Although there are interviews with the usual ‘terrorism experts’ – Daniel Pipes, Alan Dershowitz et al – the film’s portrayal of the region is mostly left to native informants like Nonie Darwish (a leader of Arabs for Israel and the daughter of a slain fighter from Gaza), Brigitte Gabriel (the Lebanese-Christian author of They Must Be Stopped) and Walid Shoebat, a ‘former PLO terrorist’ who operates under a pseudonym – for security reasons, of course. Shoebat runs the Walid Shoebat Foundation, described on its website as an ‘organisation that cries out for the Justice of Israel and the Jewish people’. He’s made a career of recounting his journey from Islamic terror to Christian Zionism before audiences at Evangelical gatherings and the US Air Force Academy. It’s not clear, though, that he ever laid a hand on anyone. According to a relative, ‘the biggest act of terror he ever committed was to glue Palestinian flags on street posts.’ What is very clear is that, for the makers of ‘Obsession’, having once hated Jews gives you privileged access to the Muslim mind, and not only if you’re an ex-Muslim. Among the film’s authorities on radical Islam is a former leader of the Hitler Youth, Alfons Heck, who says that ‘what the Muslims do to their own children is even worse’ than the things the Nazis did to young Germans – as only a Nazi could know.

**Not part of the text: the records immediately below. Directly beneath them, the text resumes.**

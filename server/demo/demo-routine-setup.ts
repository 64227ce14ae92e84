import { matrixSetInputSchema } from '@shared/api/matrix-sets.ts';
import { createRoutineSchema } from '@shared/api/routines.ts';
import type { Db } from '@server/db/client.ts';
import { createMatrixSet } from '@server/matrix-sets/matrix-sets.service.ts';
import { createRoutine } from '@server/routines/routines.service.ts';
import { storeUpload } from '@server/uploads/uploads.service.ts';
import { person, type DemoPeople } from './demo-people.ts';
import { demoRoutines, type DemoRoutineKey } from './demo-routines.ts';
import { demoTeam } from './demo-team.ts';
import { stiffnessFile, stiffnessModels } from './frame-models.ts';

/**
 * Stores the frame stiffness matrices through the uploads service (which parses them and keeps
 * their size, entry count and symmetry), as the maintainer would upload them. Returns their ids.
 */
export async function uploadStiffnessMatrices(db: Db, people: DemoPeople): Promise<number[]> {
  const maintainer = person(people, demoTeam.maintainer);
  const ids: number[] = [];
  for (const model of stiffnessModels) {
    const file = stiffnessFile(model);
    const upload = await storeUpload(db, maintainer, people.teamId, {
      fileName: file.fileName,
      bytes: new TextEncoder().encode(file.text),
    });
    ids.push(upload.id);
  }
  return ids;
}

/** Creates each routine's matrix set and the routine on it, as the maintainer; ids by key. */
export async function createDemoRoutines(
  db: Db,
  people: DemoPeople,
  uploadIds: readonly number[],
): Promise<Map<DemoRoutineKey, number>> {
  const maintainer = person(people, demoTeam.maintainer);
  const ids = new Map<DemoRoutineKey, number>();
  for (const routine of demoRoutines) {
    const uploads = routine.set.withStiffnessUploads
      ? uploadIds.map((uploadId) => ({ kind: 'upload' as const, uploadId }))
      : [];
    const set = await createMatrixSet(
      db,
      maintainer,
      people.teamId,
      matrixSetInputSchema.parse({
        name: routine.set.name,
        description: routine.set.description,
        timingSizes: routine.set.timingSizes,
        items: [...routine.set.items, ...uploads],
      }),
    );
    const created = await createRoutine(
      db,
      maintainer,
      people.teamId,
      createRoutineSchema.parse({
        slug: routine.slug,
        title: routine.title,
        description: routine.description,
        contract: routine.contract,
        policy: routine.policy,
        matrixSetId: set.id,
      }),
    );
    ids.set(routine.key, created.id);
  }
  return ids;
}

If you didn’t receive ‘Obsession’ with your paper, you can watch it on YouTube. It’s been posted by a former Muslim whose screen identity is ‘fuckmohammad’.
The Clarion Fund, the supplement’s sponsor, doesn’t explicitly endorse McCain, so as not to jeopardise its tax-exempt status, but the message is clear enough, and its circulation just happened to coincide with Obama’s leap in the polls.

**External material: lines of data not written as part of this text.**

import { describe, expect, it } from 'vitest';
import {
  chooseRounds,
  chooseWarmup,
  chooseWarmupInWarmIsolate,
  DEFAULT_BLOCKS,
  MAX_BLOCK_ROUNDS,
  MAX_ROUNDS,
  MAX_WARMUP,
  MIN_ROUNDS,
  MIN_WARMUP,
} from '@sandbox/timing/rounds.ts';

describe('chooseRounds', () => {
  it('fits ⌊budget/round⌋ rounds between the bounds 11 and 201', () => {
    expect(MIN_ROUNDS).toBe(11);
    expect(MAX_ROUNDS).toBe(201);
    expect(chooseRounds({ budgetMs: 1000, roundMs: 10 })).toBe(100);
    expect(chooseRounds({ budgetMs: 1000, roundMs: 300 })).toBe(11); // the minimum wins
    expect(chooseRounds({ budgetMs: 1000, roundMs: 0.1 })).toBe(201);
    expect(chooseRounds({ budgetMs: 0, roundMs: 0 })).toBe(201);
    expect(chooseRounds({ budgetMs: 100, roundMs: 1, minRounds: 3, maxRounds: 50 })).toBe(50);
  });

  it('gives more rounds at small n for the same budget', () => {
    const small = chooseRounds({ budgetMs: 2000, roundMs: 2 * 0.05 });
    const large = chooseRounds({ budgetMs: 2000, roundMs: 2 * 40 });
    expect(small).toBeGreaterThan(large);
  });

  it('rejects bad budgets, round times and bounds', () => {
    expect(() => chooseRounds({ budgetMs: -1, roundMs: 1 })).toThrow(/budgetMs/);
    expect(() => chooseRounds({ budgetMs: 1, roundMs: NaN })).toThrow(/roundMs/);
    expect(() => chooseRounds({ budgetMs: 1, roundMs: 1, minRounds: 0 })).toThrow(/minRounds/);
    expect(() => chooseRounds({ budgetMs: 1, roundMs: 1, minRounds: 5, maxRounds: 4 })).toThrow(
      /maxRounds/,
    );
  });
});

describe('chooseWarmup', () => {
  it('covers about 100 ms of calls, between 5 and 30 calls', () => {
    expect([MIN_WARMUP, MAX_WARMUP]).toEqual([5, 30]);
    expect(chooseWarmup(10)).toBe(10);
    expect(chooseWarmup(0.5)).toBe(30);
    expect(chooseWarmup(0)).toBe(30);
    expect(chooseWarmup(60)).toBe(5);
    expect(() => chooseWarmup(-1)).toThrow(/firstCallMs/);
  });
});

describe('chooseWarmupInWarmIsolate', () => {
  it('covers about 20 ms of calls, between 1 and 5 calls', () => {
    expect(chooseWarmupInWarmIsolate(100)).toBe(1);
    expect(chooseWarmupInWarmIsolate(10)).toBe(2);
    expect(chooseWarmupInWarmIsolate(0.5)).toBe(5);
    expect(chooseWarmupInWarmIsolate(0)).toBe(5);
    expect(() => chooseWarmupInWarmIsolate(Number.NaN)).toThrow(/firstCallMs/);
  });
});

describe('blocks', () => {
  it('uses 8 blocks, whose rounds together stay within the bound of a single run', () => {
    // 8 is the fewest blocks whose smallest two-sided exact signed-rank p-value, 2/2^8, lies
    // below 0.05/6 (Benjamini–Hochberg with one clear size among six).
    expect(DEFAULT_BLOCKS).toBe(8);
    expect(2 / 2 ** DEFAULT_BLOCKS).toBeLessThan(0.05 / 6);
    expect(2 / 2 ** (DEFAULT_BLOCKS - 1)).toBeGreaterThan(0.05 / 6);
    expect(DEFAULT_BLOCKS * MAX_BLOCK_ROUNDS).toBeGreaterThanOrEqual(MAX_ROUNDS);
    expect(DEFAULT_BLOCKS * (MAX_BLOCK_ROUNDS - 1)).toBeLessThan(MAX_ROUNDS);
  });
});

The Clarion Fund is a front for neoconservative and Israeli pressure groups. It has an office, or at least an address, in Manhattan at Grace Corporate Park Executive Suites, which rents out ‘virtual office identity packages’ for $75 a month. Its website, clarionfund.org, provides neither a list of staff nor a board of directors, and the group still hasn’t disclosed where it gets its money, as required by the IRS. Who paid to make ‘Obsession’ isn’t clear – it cost $400,000. According to Rabbi Raphael Shore, the film’s Canadian-Israeli producer, 80 per cent of the money came from the executive producer ‘Peter Mier’, but that’s just an alias, as is the name of the film’s production manager, ‘Brett Halperin’. Shore claims ‘Mier’ and ‘Halperin’, whoever they are, are simply taking precautions, though it isn’t clear against what. The danger (whatever it is) hasn’t stopped Shore – or the director, Wayne Kopping, a South African neocon – from going on television to promote their work.

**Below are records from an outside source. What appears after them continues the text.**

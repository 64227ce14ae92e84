import { desc, eq } from 'drizzle-orm';
import { createCandidateSchema } from '@shared/api/candidates.ts';
import { createCommentSchema } from '@shared/api/comments.ts';
import { promoteSchema, reinstateSchema } from '@shared/api/promotions.ts';
import { createReviewSchema } from '@shared/api/reviews.ts';
import { createRevisionSchema } from '@shared/api/revisions.ts';
import { recordAudit } from '@server/audit/audit.ts';
import { insertCandidate } from '@server/candidates/candidates.repo.ts';
import { createCandidate, withdrawCandidate } from '@server/candidates/candidates.service.ts';
import { addComment } from '@server/comments/comments.service.ts';
import type { Env } from '@server/config/env.ts';
import type { Db } from '@server/db/client.ts';
import { revisions } from '@server/db/schema/revisions.ts';
import { runDriftChecks } from '@server/drift/drift-checks.service.ts';
import type { TrialRow } from '@server/jobs/finished-trial.ts';
import { promoteCandidate } from '@server/promotions/promotions.service.ts';
import { reinstateIncumbent } from '@server/promotions/reinstate.service.ts';
import { submitReview } from '@server/reviews/reviews.service.ts';
import { submitRevision } from '@server/revisions/revisions.service.ts';
import { demoKernelSource } from './demo-kernels.ts';
import { person, type DemoPeople } from './demo-people.ts';
import type { DemoRoutineKey } from './demo-routines.ts';
import type { DemoEvent } from './demo-story.ts';
import type { DemoQueue, DemoTrialRunner } from './demo-trials.ts';

/** Everything the story's events act on, and what they leave behind. */
export interface DemoWorld {
  db: Db;
  env: Env;
  people: DemoPeople;
  routines: Map<DemoRoutineKey, number>;
  queue: DemoQueue;
  trials: DemoTrialRunner;
  /** Candidate ids by the story's keys. */
  candidates: Map<string, number>;
  /** The promotion that made each candidate the incumbent, by the story's key. */
  promotions: Map<string, number>;
  /** Trials left queued for the worker. */
  leftQueued: number[];
}

/** How many times a candidate the story promotes is submitted again after a timing-only miss. */
const TIMING_RETRIES = 2;

function idOf(map: Map<string, number>, key: string, what: string): number {
  const id = map.get(key);
  if (id === undefined) throw new Error(`the demo story names ${what} ${key} before creating it`);
  return id;
}

/** A trial whose only failed rule is timing: noise at the demo's small sizes, not a flaw. */
function failedOnTimingOnly(trial: TrialRow): boolean {
  const failed = trial.verdict?.rules.filter((r) => !r.passed) ?? [];
  return (
    trial.status === 'completed' && failed.length > 0 && failed.every((r) => r.rule === 'timing')
  );
}

/**
 * Runs the trials a submission queued, or leaves them queued. For `run-until-passed`, a trial
 * that failed on timing alone is run again the way an author would: the same source submitted
 * as the next revision. Any other failure of a trial the story needs to pass stops the load.
 */
async function runQueued(
  world: DemoWorld,
  mode: 'run' | 'run-until-passed' | 'queue',
  resubmit: () => Promise<void>,
): Promise<void> {
  const queued = world.queue.take();
  if (mode === 'queue') {
    world.leftQueued.push(...queued);
    return;
  }
  for (const trialId of queued) {
    let trial = await world.trials.run(trialId);
    for (let retry = 0; mode === 'run-until-passed' && retry < TIMING_RETRIES; retry++) {
      if (!failedOnTimingOnly(trial)) break;
      await resubmit();
      const [again] = world.queue.take();
      if (again === undefined) throw new Error('the resubmission queued no trial');
      trial = await world.trials.run(again);
    }
    if (mode === 'run-until-passed' && trial.passed !== true) {
      const reasons = trial.verdict?.rules.filter((r) => !r.passed).map((r) => r.reason) ?? [];
      throw new Error(
        `demo trial ${trial.id} was meant to pass but did not (${trial.status}): ${reasons.join(' ') || (trial.message ?? '')}`,
      );
    }
  }
}

async function latestRevision(db: Db, candidateId: number) {
  const [row] = await db
    .select({ id: revisions.id, source: revisions.source })
    .from(revisions)
    .where(eq(revisions.candidateId, candidateId))
    .orderBy(desc(revisions.number))
    .limit(1);
  if (!row) throw new Error(`candidate ${candidateId} has no revision to comment on`);
  return row;
}

/** The 1-based number of the first line of `source` containing `text`. */
export function lineContaining(source: string, text: string): number {
  const index = source.split('\n').findIndex((line) => line.includes(text));
  if (index < 0) throw new Error(`no line of the revision contains "${text}"`);
  return index + 1;
}

/** Carries out one event of the story through the same services the API calls. */
export async function playEvent(world: DemoWorld, event: DemoEvent): Promise<void> {
  const { db, env, people } = world;
  switch (event.kind) {
    case 'submit': {
      const by = person(people, event.by);
      const routineId = idOf(world.routines, event.routine, 'routine');
      const input = createCandidateSchema.parse({
        title: event.title,
        description: event.description,
        source: demoKernelSource(event.kernel),
      });
      const submitted = await createCandidate(db, world.queue, by, routineId, input);
      world.candidates.set(event.candidate, submitted.candidate.id);
      const again = createRevisionSchema.parse({ source: input.source });
      await runQueued(world, event.trial, async () => {
        await submitRevision(db, world.queue, by, submitted.candidate.id, again);
      });
      return;
    }
    case 'revise': {
      const by = person(people, event.by);
      const candidateId = idOf(world.candidates, event.candidate, 'candidate');
      const input = createRevisionSchema.parse({ source: demoKernelSource(event.kernel) });
      await submitRevision(db, world.queue, by, candidateId, input);
      await runQueued(world, event.trial, async () => {
        await submitRevision(db, world.queue, by, candidateId, input);
      });
      return;
    }
    case 'draft': {
      const by = person(people, event.by);
      const routineId = idOf(world.routines, event.routine, 'routine');
      const row = await insertCandidate(db, {
        routineId,
        authorId: by.id,
        title: event.title,
        description: event.description,
      });
      world.candidates.set(event.candidate, row.id);
      await recordAudit(db, {
        actorId: by.id,
        teamId: people.teamId,
        action: 'candidate.drafted',
        entity: 'candidate',
        entityId: row.id,
        details: { to: 'drafting' },
      });
      return;
    }
    case 'comment': {
      const by = person(people, event.by);
      const candidateId = idOf(world.candidates, event.candidate, 'candidate');
      let place = {};
      if (event.line !== undefined) {
        const revision = await latestRevision(db, candidateId);
        place = { revisionId: revision.id, line: lineContaining(revision.source, event.line) };
      }
      const input = createCommentSchema.parse({ body: event.body, ...place });
      await addComment(db, by, candidateId, input);
      return;
    }
    case 'review': {
      const by = person(people, event.by);
      const candidateId = idOf(world.candidates, event.candidate, 'candidate');
      const input = createReviewSchema.parse({ verdict: event.verdict, body: event.body });
      await submitReview(db, env, by, candidateId, input);
      return;
    }
    case 'promote': {
      const by = person(people, event.by);
      const candidateId = idOf(world.candidates, event.candidate, 'candidate');
      const outcome = await promoteCandidate(
        db,
        env,
        by,
        candidateId,
        promoteSchema.parse({ note: event.note }),
      );
      world.promotions.set(event.candidate, outcome.promotion.id);
      return;
    }
    case 'reinstate': {
      const by = person(people, event.by);
      const routineId = idOf(world.routines, event.routine, 'routine');
      const promotionId = idOf(world.promotions, event.candidate, 'promotion of');
      const input = reinstateSchema.parse({ promotionId, note: event.note });
      await reinstateIncumbent(db, env, by, routineId, input);
      return;
    }
    case 'withdraw': {
      const by = person(people, event.by);
      await withdrawCandidate(db, by, idOf(world.candidates, event.candidate, 'candidate'));
      return;
    }
    case 'drift-check': {
      const routineId = idOf(world.routines, event.routine, 'routine');
      const started = await runDriftChecks(db, world.queue, { routineIds: [routineId] });
      if (started.length !== 1) throw new Error(`no drift check started for ${event.routine}`);
      for (const trialId of world.queue.take()) {
        await world.trials.run(trialId, { optimiserOff: event.runtime === 'optimiser-off' });
      }
      return;
    }
  }
}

The 60-minute film was first released in 2006 and shown during the mid-term elections on Fox News. Since then it has received top billing at ‘Islamo-Fascism Awareness’ week on American campuses, at Christian-Zionist conferences and at events organised by Republican politicians in Florida. It has found a powerful backer in the real estate magnate Sheldon Adelson, who describes himself as ‘the world’s richest Jew’. The Endowment for Middle East Truth, a neoconservative think tank in Washington DC which recently hosted a series of seminars named after Adelson and his wife, arranged distribution of ‘Obsession’, at a cost in the tens of millions.
The makers of the film, like their subjects, are soldiers of God. Almost everyone associated with it or with Clarion has worked for Aish HaTorah, an ‘education’ group with offices in East Jerusalem and strong links to the settler movement. Clarion was incorporated in Delaware to the New York offices of Aish HaTorah and Rabbi Shore was the director, as well as the founder of its media organisation, Honest Reporting, which campaigns against a two-state solution in Israel/Palestine. It’s illegal in the US for nonprofit organisations, or for foreign nationals, to try to influence the outcome of an election.
The film’s chief claim is that 2008 is like 1938, only worse, since there are more Muslims than Germans and they’re more spread out geographically: ‘They’re not outside our borders, they are here.’ Violent raptures and spectacular carnage unfold in slick montages set to throbbing Middle Eastern music: Pakistanis deliriously burning the American flag, Palestinians celebrating the 9/11 attacks, Hizbullah chanting ‘death to America’, clerics praising the ‘magnificent 19’ and the murder of unbelievers, children training to become suicide bombers, the planes crashing into the towers. These images are interspersed with footage of Nazi rallies and Hitler’s speeches. A chapter – narrated by Martin Gilbert, Churchill’s biographer – is devoted to the Mufti’s collaboration with Hitler.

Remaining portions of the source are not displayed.